--- TASK INPUTS Enclosed Below ---

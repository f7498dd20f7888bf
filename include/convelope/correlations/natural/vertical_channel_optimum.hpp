#ifndef CONVELOPE_CORRELATIONS_NATURAL_VERTICAL_CHANNEL_OPTIMUM_HPP
#define CONVELOPE_CORRELATIONS_NATURAL_VERTICAL_CHANNEL_OPTIMUM_HPP

#include "convelope/estimate/correlation.hpp"
#include "convelope/kinds.hpp"

namespace convelope {
inline namespace v0 {

namespace vertical_channel {
enum class heated_walls { both, one };
enum class excess_taken { at_exit, at_mid_height };
}  // namespace vertical_channel

template <>
struct choice_words<vertical_channel::heated_walls> {
  static constexpr const char* key = "heated";
  static constexpr const char* about = "heated walls of the channel";
  static constexpr const char* words[] = {"both", "one", nullptr};
};
template <>
struct choice_words<vertical_channel::excess_taken> {
  static constexpr const char* key = "excess_at";
  static constexpr const char* about = "where the wall's excess temperature is taken";
  static constexpr const char* words[] = {"exit", "mid-height", nullptr};
};

namespace vertical_channel {

/// The gap, over the height, at which thin isothermal plates stacked side by side give off most
/// heat per width of the stack: the maximum of Nu/b^2. b/H = 2.714 Ra_H^(-1/4) both walls
/// heated, 2.154 Ra_H^(-1/4) one wall heated Range: plates much thinner than the gap; Ra_H >= 54.3,
/// where the gap is as wide as the channel is high. At the optimum Nu = 1.307 or 1.04 on the gap.
/// Source: Bar-Cohen and Rohsenow 1984, J. Heat Transfer 106, 116-123.
struct optimum_spacing_isothermal : correlation<optimum_spacing_isothermal, gap_over_height,
                                                rayleigh_of<height>, choice_of<heated_walls>> {
  static constexpr const char* id = "vertical-channel/optimum-spacing-isothermal";
  static constexpr const char* quantity = "S_over_L";
  static constexpr reference source{"A. Bar-Cohen, W. M. Rohsenow", 1984,
                                    "J. Heat Transfer 106, 116-123", known::quoted,
                                    "the maximum itself lies at 2.7155 and 2.1553"};
  static constexpr auto envelope = within(limit<rayleigh_of<height>>(54.3, unbounded));
  static constexpr double scatter = not_stated;
  static constexpr state_rule state_at = state_rule::film;

  template <scalar T>
  CONVELOPE_FUNCTION static constexpr T formula(const T& Ra, heated_walls heated) {
    return T((heated == heated_walls::both ? 2.714 : 2.154) * power<-1, 4>(Ra));
  }
};

/// The same for uniform heat flux, on Ra* = g beta q H^4/(k nu alpha), with the constants of the
/// exit excess or of the mid-height excess. b/H = c Ra*^(-1/5), c = 2.12 (both walls) or 1.69 (one)
/// at the exit, 1.472 or 1.169 at mid height Range: plates much thinner than the gap; Ra* >= 42.8,
/// where the gap is as wide as the channel is high. Source: Bar-Cohen and Rohsenow 1984, J. Heat
/// Transfer 106, 116-123.
struct optimum_spacing_isoflux
    : correlation<optimum_spacing_isoflux, gap_over_height, flux_rayleigh_of<height>,
                  choice_of<heated_walls>, choice_of<excess_taken>> {
  static constexpr const char* id = "vertical-channel/optimum-spacing-isoflux";
  static constexpr const char* quantity = "S_over_L";
  static constexpr reference source{
      "A. Bar-Cohen, W. M. Rohsenow", 1984, "J. Heat Transfer 106, 116-123", known::quoted,
      "2.12 and 1.472 are both in print, for different excess temperatures; the maxima lie at "
      "2.1225, 1.6846, 1.4723 and 1.1686"};
  static constexpr auto envelope = within(limit<flux_rayleigh_of<height>>(42.8, unbounded));
  static constexpr double scatter = not_stated;
  static constexpr state_rule state_at = state_rule::film;

  template <scalar T>
  CONVELOPE_FUNCTION static constexpr T formula(const T& Ra, heated_walls heated,
                                                excess_taken excess) {
    const bool both = heated == heated_walls::both;
    const double c =
        excess == excess_taken::at_exit ? (both ? 2.12 : 1.69) : (both ? 1.472 : 1.169);
    return T(c * power<-1, 5>(Ra));
  }
};

}  // namespace vertical_channel
}  // namespace v0
}  // namespace convelope

#endif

--- End of Enclosed TASK INPUTS ---

TASK INSTRUCTIONS
From the listing above, copy every line where the string "power" is found.

ANSWER FOR THIS EXERCISE
    return T((heated == heated_walls::both ? 2.714 : 2.154) * power<-1, 4>(Ra));
    return T(c * power<-1, 5>(Ra));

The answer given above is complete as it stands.